I’m not saying anything more about the story at this point to avoid spoilers. Suffice it to say that when Nuna disappears, the book takes off and the page-turning begins in earnest. I enjoyed this book more than I thought I might because it raises some important questions about the White perspective of what our Indigenous people “need”. Is a Western education a solution to their issues? Are they better off economically in the South? What about their spirituality?
Significant is the author’s choice to make all three women of different backgrounds. Isabel comes from an immigrant Latino background, Cate is the quintessential educated White person and Nuna an Inuk trying to adapt to life in the South.
Ms. Souaid’s writing and storytelling are smooth and very realistic, as are the dialogues. Each character is well-developed and likeable in their way. The men in the story are less so, especially Cate’s workmate at the university Waleed, a gay man who is way too close to Cate, texting her at all times with his issues. Even Isabel finds him (and Liam too) annoying. I quite agree with her. He adds nothing to the storyline.
Annoyances with Looking for Her
An author friend recently sent me an email about book reviewing, and I quote her here:
However, I've noticed that there is some missing and needed true criticism out there - most "reviews" these days are long summaries of the work, with very little in the way of context, deeper thought, etc. I always add critical, contextual thought if only through the lens of my own experience.
I quite agree and I had several issues with this book.

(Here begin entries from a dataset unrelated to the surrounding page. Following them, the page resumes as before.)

package branch

import (
	"strings"
	"testing"

	"holdfast/internal/zoo"
	"holdfast/model"
)

// fromTodayOnly follows the branches of today's states and those that cross them:
// what the other samples would find must be found by leaving at crossings.
func fromTodayOnly(t *testing.T, n *model.Network, knob string, low, high float64) *Diagram {
	t.Helper()
	k, err := NewKnob(n, knob, low, high)
	if err != nil {
		t.Fatal(err)
	}
	samples, err := surveyAll(t.Context(), n, k, settings(k, k.Today(n), 5))
	if err != nil {
		t.Fatal(err)
	}
	b := newBuilder(t.Context(), n, k, samples, Options{}.withDefaults())
	if err := b.build(samples[:1]); err != nil {
		t.Fatal(err)
	}
	d := b.diagram(k.Today(n), samples[0])
	checkDiagram(t, d)
	return d
}

// From the symmetric state alone the pair beyond the pitchfork is found: one branch,
// which turns back at the pitchfork and reaches the range's end on both sides, with uv
// = 1 all along (algebra: n = 2).
func TestPairIsFoundFromThePitchfork(t *testing.T) {
	d := fromTodayOnly(t, zoo.SymmetricRepression(1.5, 100), "alpha1*alpha2", 0.5, 25)
	if len(d.Branches) != 2 {
		t.Fatalf("%d branches, want 2", len(d.Branches))
	}
	pair := d.Branches[1]
	if len(pair.Marks) != 3 || pair.Marks[1].Kind != Pitchfork || !pair.Marks[1].Turns {
		t.Fatalf("marks %v, want the pitchfork between two ends", pair.Marks)
	}
	for _, m := range []Mark{pair.Marks[0], pair.Marks[2]} {
		if m.Kind != RangeEnd || m.Knob != 25 {
			t.Errorf("an end is a %v at %v, want the range's at 25", m.Kind, m.Knob)
		}
	}
	for _, p := range pair.Points {
		near(t, "uv", p.Amounts[0]*p.Amounts[1], 1, 1e-9)
	}
}

// From the empty state alone the other branch, x = β/γ − K, is found where they cross;
// it begins there.
func TestBranchIsFoundFromTheTranscriticalPoint(t *testing.T) {
	d := fromTodayOnly(t, zoo.SelfActivator(0.5, 2, 0.5, 1, 100), "beta", 0.1, 5)
	if len(d.Branches) != 2 {
		t.Fatalf("%d branches, want 2", len(d.Branches))
	}
	other := d.Branches[1]
	ends := map[Kind]bool{other.Marks[0].Kind: true, other.Marks[len(other.Marks)-1].Kind: true}
	if !ends[Transcritical] || !ends[RangeEnd] {
		t.Errorf("the other branch ends at %v, want the crossing and the range's end", other.Marks)
	}
	for _, p := range other.Points {
		if want := p.Knob/0.5 - 2; p.Amounts[0] > 1e-9 || want > 1e-9 {
			near(t, "x", p.Amounts[0], want, 1e-9)
		}
	}
}

// A kink with a slight bend is stepped over, and marked all the same: x' = min(p, 1 +
// p/2) − x bends at p = 2.
func TestSlightKink(t *testing.T) {
	s := newSketch(30)
	x := s.species("x", 1)
	p := s.constant("p", 1)
	s.law("make", model.Call(model.OpMin, p, plus(num(1), over(p, num(2)))), nil, turn{x})
	s.massAction(num(1), turn{x}, nil, nil)
	d := follow(t, s.network(t), "p", 0.5, 5)
	m := one(t, d, Kink)
	near(t, "kink", m.Knob, 2, located)
	if said := strings.Join(d.Warnings, "\n"); !strings.Contains(said, `at p = 2 the law of reaction "make" has no derivative`) {
		t.Errorf("no warning of the kink: %q", said)
	}
}

// x' = 2p − x − min(x, y), y' = p − y rests at x = y = p: the whole branch lies on the
// kink. Whether the state is stable is not known; that is said, with the law.
func TestBranchAlongAKink(t *testing.T) {
	s := newSketch(30)
	x, y := s.species("x", 1), s.species("y", 1)
	p := s.constant("p", 1)
	s.massAction(p, nil, nil, turn{x, x})
	s.massAction(p, nil, nil, turn{y})
	s.law("lose x", plus(x, model.Call(model.OpMin, x, y)), turn{x}, nil)
	s.massAction(num(1), turn{y}, nil, nil)
	n := s.network(t)
	k, err := NewKnob(n, "p", 0.5, 2)
	if err != nil {
		t.Fatal(err)
	}
	d, err := Follow(t.Context(), n, k, Options{})
	said := ""
	if err != nil {
		said = err.Error()
	} else {
		said = strings.Join(d.Warnings, "\n")
	}
	if !strings.Contains(said, "kink of min(x, y)") {
		t.Errorf("the kink is not said: %q", said)
	}
}

// What is said of a state that cannot be followed names the law.
func TestReasons(t *testing.T) {
	s := newSketch(30)
	x := s.species("x", 1)
	s.law("make", model.Call(model.OpMul, s.constant("beta", 2), model.Call(model.OpSqrt, x)), nil, turn{x})
	s.massAction(num(1), turn{x}, nil, nil)
	n := s.network(t)
	k, err := NewKnob(n, "beta", 1, 4)
	if err != nil {
		t.Fatal(err)
	}
	b := newBuilder(t.Context(), n, k, nil, Options{High: []float64{10}}.withDefaults())
	for want, at := range map[string]float64{
		`the law of reaction "make" has no finite derivative there`: 0,
		"it lies outside the box":                                   11,
		"the equations are singular there":                          4,
	} {
		if got := b.reason([]float64{at}, 2); got != want {
			t.Errorf("at %g: %q, want %q", at, got, want)
		}
	}
}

Let’s start with the cover. Who is that supposed to be? It’s not a young Inuk girl. It’s too young to be Cate, and while it could be Isabel, why put her on the cover?
Two backstories in Cate’s life2 could have been left out of the story without detracting from the main theme.
Then there is the head-scratching ending that made me wonder: did I miss a significant part of the story? So I backtracked, read and re-read the portion in question, and the significance was still obscure to me.
I would go as far as saying that tighter editing would have resulted in a much better book. Ms. Souaid’s first book suffered terribly from poor editing3 and should not have been published in its present form.
Still, Looking for Her is much better than her debut novel, and as this review was based on an Advance Reading Copy, there is the remote possibility of this book receiving some further editing.
About the Author
Carolyn Marie Souaid is a Montreal-based writer, editor, and mixed media artist who has worked extensively to build bridges between linguistic and cultural communities in Quebec, including a decades-long involvement with the Inuit. Souaid is the author of nine poetry collections and the acclaimed novel Yasmeen Haddad Loves Joanasi Maqaittik, set in the aftermath of colonization in Nunavik, where she lived and worked for three years in the 1980s.
About the Reviewer
James M. Fisher is the Editor-in-Chief of The Seaboard Review. He lives in Miramichi New Brunswick with his wife Diane, their Tabby cat Eddie and Buster the Border Collie. James works as an MRI Technologist at the Miramichi Hospital.
Book Details
Publisher : Baraka Books (Oct. 1 2024)
Language : English
Paperback : 260 pages
ISBN-10 : 177186348X
ISBN-13 : 978-1771863483
Looking for Her will be released on October 1, 2024. This review was based on an Advance Reading Copy supplied by Baraka Books in exchange for a review.
A disabled sister who took all her mother’s time and her father’s ‘second’ family.
I’m not sure who to lay the blame on for issues like this. The editor’s suggestions were ignored? The author was obstinate? Is the publisher not firm enough?